Monitoring and improving outcomes
We did not look at Monitoring and improving outcomes during this assessment. The score for this quality statement is based on the previous rating for Effective.
Consent to care and treatment
People told us staff always gave them choices and asked them what they wanted to do. One person said, “Everything they do they always ask, ‘can I do this, do that?’, always asking me before they do anything.” Relatives told us staff asked for people’s consent and involved them where appropriate. One relative said, “They always consult me, I hold Power of Attorney for finance and health.” Whilst people told us they experienced care in line with their wishes, we identified improvements were needed where people were unable to provide consent.
The registered manager told us where people were unable to make decisions about their care, people’s records contained mental capacity assessments and Deprivation of Liberty Safeguards (DoLS) applications had been made to the local authority where appropriate in line with the Mental Capacity Act 2005 (MCA). However, we found the registered manager’s application of the MCA showed a lack of knowledge and understanding of the principles of the MCA. Staff described the importance of obtaining people's consent and following the principles of the mental capacity act. One staff member told us, “With MCA, you should always assume they have capacity. We speak to people and if they cannot talk, we show them options. I always knock on their door and greet them and then I always ask for permission.” Some staff told us they had received MCA training but could not remember when they had last received this training as it was a long time ago.
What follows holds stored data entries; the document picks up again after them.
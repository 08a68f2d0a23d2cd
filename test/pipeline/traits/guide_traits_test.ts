import { deepEqual, equal, ok } from "node:assert/strict";
import { resolveGuide, windowsByUnit } from "../../../pipeline/traits/guide_traits.ts";
import { TraitPools } from "../../../pipeline/traits/pools.ts";
import type { TraitRow } from "../../../pipeline/traits/trait_row.ts";
import type { PolingRecord } from "../../../pipeline/records.ts";
import { assertClose } from "../../assert_close.ts";
import { request, TYPE_II } from "../../models/decision/a_guide.ts";
import { HERE, lotDesign, PLATFORM, SAME_DIE, SAME_LOT, SAME_WAFER, traitRow, window } from "./a_lot.ts";

const PAIRS = request({
  process: "pair-generation",
  polarisations: TYPE_II,
  pump: { wavelength_nm: 791, average_power_mw: 1 },
  signal: { wavelength_nm: 1582 },
});
const duty = (unit: string, value: number) => [
  traitRow("duty", unit, value),
  traitRow("duty_sd", unit, 0.02),
  traitRow("merged", unit, 0.01),
];
const resolve = (
  rows: readonly TraitRow[],
  windows: readonly PolingRecord[] = [],
  guide = HERE,
  walls: Float64Array | null = null,
) => resolveGuide(new TraitPools(PLATFORM, lotDesign(), rows), windowsByUnit(windows), guide, PAIRS, walls);

Deno.test("a grating is known by walls, else by windows, else by the pooled duty, else by the platform's", () => {
  const walls = Float64Array.of(511, 534, 557);
  const own = [window(HERE.guide_id, 0.44), window(HERE.guide_id, 0.46, { window_start_mm: 6 })];
  const rows = [...duty("A-1/01/g1", 0.45), traitRow("walls_complete", HERE.guide_id, 1, { u: 0 })];

  const exact = resolve(rows, own, HERE, walls);
  ok(exact.inputs.poling.from === "walls");
  deepEqual([...exact.inputs.poling.walls].map((z) => Number((z * 1e6).toFixed(6))), [511, 534, 557]);
  equal(exact.inputs.poling.basis, "measured");
  const role = exact.roles.find((r) => r.role === "poling")!;
  deepEqual([role.trait, role.from, role.used], ["walls", HERE.guide_id, [3]]);

  const seen = resolve(rows, own);
  ok(seen.inputs.poling.from === "windows");
  deepEqual(seen.inputs.poling.windows.map((w) => [w.from, w.length, w.dutyMean]), [
    [0.003, 0.001, 0.44],
    [0.006, 0.001, 0.46],
  ]);
  equal(seen.inputs.poling.basis, "measured");

  const pooled = resolve(rows, [], SAME_DIE).inputs.poling;
  ok(pooled.from === "duty");
  assertClose(pooled.duty.value, 0.45, { abs: 0.005 });
  deepEqual([pooled.duty.basis, pooled.dutySd.basis, pooled.merged.basis], ["die", "die", "die"]);

  const design = resolve([]).inputs.poling;
  ok(design.from === "duty");
  deepEqual([design.duty.value, design.duty.u, design.duty.basis], [0.5, 0.03, "platform"]);
});

Deno.test("windows of a whole die or wafer serve its guides, its own windows first", () => {
  const windows = [window("A-1/01/g2", 0.41), window("A-1/01", 0.43), window("A-1", 0.47)];
  const from = (guide: typeof HERE) => {
    const { poling } = resolve([], windows, guide).inputs;
    return poling.from === "windows" ? [poling.basis, poling.windows[0]!.dutyMean] : [poling.from];
  };
  deepEqual(from(SAME_DIE), ["measured", 0.41]);
  deepEqual(from(HERE), ["die", 0.43]);
  deepEqual(from(SAME_WAFER), ["wafer", 0.47]);
  deepEqual(from(SAME_LOT), ["duty"]);
  // What is told of a die is not told of the guide: how far guides differ comes on top.
  const dutyOf = (guide: typeof HERE) => {
    const { inputs, roles } = resolve(duty("A-1/01", 0.43), windows, guide);
    ok(inputs.poling.from === "windows");
    return { duty: inputs.poling.duty, told: roles.filter((r) => r.trait === "duty").length };
  };
  deepEqual(dutyOf(SAME_DIE), { duty: undefined, told: 0 });
  ok(dutyOf(HERE).duty!.u > 0.005 && dutyOf(HERE).told === 1);
});

Deno.test("each role takes its own wavelength and polarisation", () => {
  const loss = (nm: number, pol: "TE" | "TM", value: number) =>
    traitRow("loss_db_cm", HERE.guide_id, value, { wavelength_nm: nm, polarisation: pol });
  const { inputs, roles } = resolve([loss(791, "TE", 0.7), loss(1582, "TE", 0.4), loss(1582, "TM", 0.6)]);
  assertClose(inputs.pumpLoss.value, 0.7, { abs: 1e-4 });
  assertClose(inputs.signal.loss.value, 0.4, { abs: 1e-4 });
  assertClose(inputs.idler.loss.value, 0.6, { abs: 1e-4 });
  deepEqual(
    roles.filter((r) => r.trait === "loss_db_cm").map((r) => [r.role, r.wavelength_nm, r.polarisation]),
    [["pump_loss", 791, "TE"], ["signal_loss", 1582, "TE"], ["idler_loss", 1582, "TM"]],
  );
  deepEqual([inputs.length, inputs.poledFrom, inputs.poledLength], [0.008, 0.0005, 0.007]);
  assertClose(inputs.period, 46.05e-6, { rel: 1e-12 });
  // Signal and idler of one wavelength and polarisation rest on one reading: they must err together.
  const one = request({
    process: "second-harmonic",
    polarisations: { pump: "TE", signal: "TE", idler: "TE" },
    signal: { wavelength_nm: 1582 },
  });
  const both =
    resolveGuide(new TraitPools(PLATFORM, lotDesign(), [loss(1582, "TE", 0.4)]), new Map(), HERE, one, null)
      .inputs;
  equal(both.signal.loss.key, both.idler.loss.key);
  ok(inputs.signal.loss.key !== inputs.idler.loss.key);
});

Deno.test("a mode size that is neither read nor a default is unknown, with the reason", () => {
  const { mfd_y_um: _, ...defaults } = PLATFORM.defaults;
  const pools = new TraitPools({ ...PLATFORM, defaults }, lotDesign(), []);
  const { mode } = resolveGuide(pools, new Map(), HERE, PAIRS, null).inputs.signal;
  ok("reason" in mode && /no mode size is known at 1582 nm TE/.test(mode.reason));
});

Deno.test("a mode size that only another lot read is the platform's by its basis, and read all the same", () => {
  const row = (trait: "mfd_x_um" | "mfd_y_um", polarisation: "TE" | "TM") =>
    traitRow(trait, "B-1/01/g1", 7, { wavelength_nm: 1582, polarisation, u: 0.1 });
  const rows = (["TE", "TM"] as const).flatMap((pol) => [row("mfd_x_um", pol), row("mfd_y_um", pol)]);
  const modeOf = (others: ConstructorParameters<typeof TraitPools>[3]) => {
    const pools = new TraitPools(PLATFORM, lotDesign(), [], others);
    const { mode } = resolveGuide(pools, new Map(), HERE, PAIRS, null).inputs.signal;
    ok(!("reason" in mode));
    return [mode.x.basis, mode.read];
  };
  deepEqual(modeOf([{ lot: "B", rows, places: new Map() }]), ["platform", true]);
  deepEqual(modeOf([]), ["platform", false]);
});
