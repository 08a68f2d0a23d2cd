import assert from "node:assert/strict";
import { reducePoling } from "../../../pipeline/reduce/poling.ts";
import type { LotReadings } from "../../../pipeline/reduce/lot_readings.ts";
import type { PolingRecord } from "../../../pipeline/records.ts";
import { assertClose } from "../../assert_close.ts";

const window = (start: number, domains: number, merged: number): PolingRecord => ({
  scope: "guide",
  unit: "A/01/g1",
  wafer: "A",
  die_id: "A/01",
  guide_id: "A/01/g1",
  file_name: "readings/poling.csv",
  source_file: "00",
  source_line: 2 + start,
  window_start_mm: start,
  window_length_mm: 1,
  domains,
  duty_mean: domains === 0 ? 0 : 0.48,
  duty_sd: domains === 0 ? 0 : 0.03,
  merged,
});

const reduced = (poling: PolingRecord[]) =>
  reducePoling({ poling, design: { guideById: new Map() } } as unknown as LotReadings);
const valueOf = (poling: PolingRecord[], trait: string) =>
  reduced(poling).traits.find((t) => t.trait === trait)?.value;

Deno.test("reducePoling() counts missing domains of windows in which none was found", () => {
  const half = [window(0, 40, 0), window(1, 0, 40)];
  assertClose(valueOf(half, "duty")!, 0.48, { rel: 1e-12 });
  assertClose(valueOf(half, "merged")!, 0.5, { rel: 1e-12 });
});

Deno.test("reducePoling() of a guide without any domain says that all are missing and nothing of a duty", () => {
  const dead = reduced([window(0, 0, 40)]);
  assert.deepEqual(dead.traits.map((t) => [t.trait, t.value]), [["merged", 1]]);
  assert.ok(Number.isFinite(dead.traits[0]!.u));
  assert.deepEqual(dead.remarks, []);
});

Deno.test("reducePoling() remarks windows in which nothing was counted at all", () => {
  const empty = reduced([window(0, 0, 0)]);
  assert.deepEqual(empty.traits, []);
  assert.equal(empty.remarks[0]!.code, "poling_empty");
});
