import { TraitPools } from "../../../pipeline/traits/pools.ts";
import type { GuideRecord, LotDesign } from "../../../pipeline/records.ts";
import type { TraitRow } from "../../../pipeline/traits/trait_row.ts";
import type { Platform } from "../../../shared/schemas/platform.ts";
import { ok } from "node:assert/strict";
import { truncated } from "../../../models/pooling/mod.ts";
import { assertClose } from "../../assert_close.ts";

const share = (guide: string, value: number, u: number, counted = 390) => ({
  trait: "merged",
  scope: "guide",
  unit: guide,
  wafer: "A",
  die_id: guide.slice(0, 4),
  guide_id: guide,
  width_um: 3,
  wavelength_nm: null,
  polarisation: null,
  process: null,
  value,
  u,
  counted,
});

Deno.test("the share of missing domains of a guide without windows is the mean of the guides that were inspected", () => {
  // u as counts of about 390 domains give it: 0.002 for none missing, 0.016 for a tenth.
  const rows = [
    share("A/01/g1", 0, 0.0018),
    share("A/01/g2", 0.11, 0.016),
    share("A/01/g3", 0.0026, 0.0031),
  ] as unknown as TraitRow[];
  const platform = { platform: "p", defaults: {}, priors: {} } as unknown as Platform;
  const pools = new TraitPools(platform, { lot: { lot: "L" } } as unknown as LotDesign, rows);
  const guide = { wafer: "A", die_id: "A/01", guide_id: "A/01/g9", width_um: 3 } as GuideRecord;
  const found = pools.estimate("merged", guide, null, null)!;
  assertClose(found.value, (0 + 0.11 + 0.0026) / 3, { rel: 1e-9 });
});

Deno.test("where no domain of many was missing, none to speak of is expected to be missing elsewhere", () => {
  const platform = { platform: "p", defaults: {}, priors: {} } as unknown as Platform;
  const drawn = (guides: number, domains: number) => {
    const [a, b] = [0.5, domains + 0.5];
    const u = Math.sqrt(a * b / ((a + b) ** 2 * (a + b + 1)));
    const rows = Array.from(
      { length: guides },
      (_, k) => share(`A-${k % 2}/${String(k % 6).padStart(2, "0")}/g${k}`, 0, u, domains),
    ).map((r) => ({ ...r, wafer: r.unit.slice(0, 3), die_id: r.unit.slice(0, 6) })) as unknown as TraitRow[];
    const pools = new TraitPools(platform, { lot: { lot: "L" } } as unknown as LotDesign, rows);
    const guide = { wafer: "A-0", die_id: "A-0/99", guide_id: "A-0/99/g1", width_um: 3 } as GuideRecord;
    const { value, u: pooled } = pools.estimate("merged", guide, null, null)!;
    return truncated({ value, u: pooled }, { low: 0, high: 1 }).value;
  };
  // Jeffreys' share of all that was counted is half an event; a normal cut at 0 and what guides may differ by add to it.
  for (const [guides, domains] of [[30, 20], [30, 100], [12, 300]] as const) {
    const jeffreys = 0.5 / (guides * domains + 1);
    const found = drawn(guides, domains);
    ok(
      found > jeffreys && found < 4 * jeffreys,
      `${guides} × ${domains}: ${found}, half an event is ${jeffreys}`,
    );
  }
});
Whilst we did not see unnecessary restrictions placed upon people, the service was not always working within the principles of the Mental Capacity Act (MCA) and the registered manager did not understand the processes that must be followed to ensure people were not being restricted unlawfully. Deprivation of Liberty Safeguards (DoLS) authorisations had been applied for where staff were placing restrictions on people. However, mental capacity assessments and best interests decisions had not taken place where people had restrictions placed on them according to the law. People who were considered by staff to not have capacity to make decisions, had general mental capacity assessments for care and consent only. There were no mental capacity assessments and best interests meetings recorded that were decision specific, such as, in relation to the use of bedrails and sensor alarm mats. There was no information that restrictions placed upon people was discussed with the person, their relatives and/or appropriate healthcare professionals, considering all possible options and the restriction was the least restrictive. The provider had not ensured that care and support provided by staff was in people's best interests. The failure to accurately assess and record people's capacity and best interests decisions risked compromising people's rights and was a breach of regulation. Since the assessment the registered manager had been working to ensure that all people with restrictions in place had been assessed and any decisions made had been made according to the Mental Capacity Act.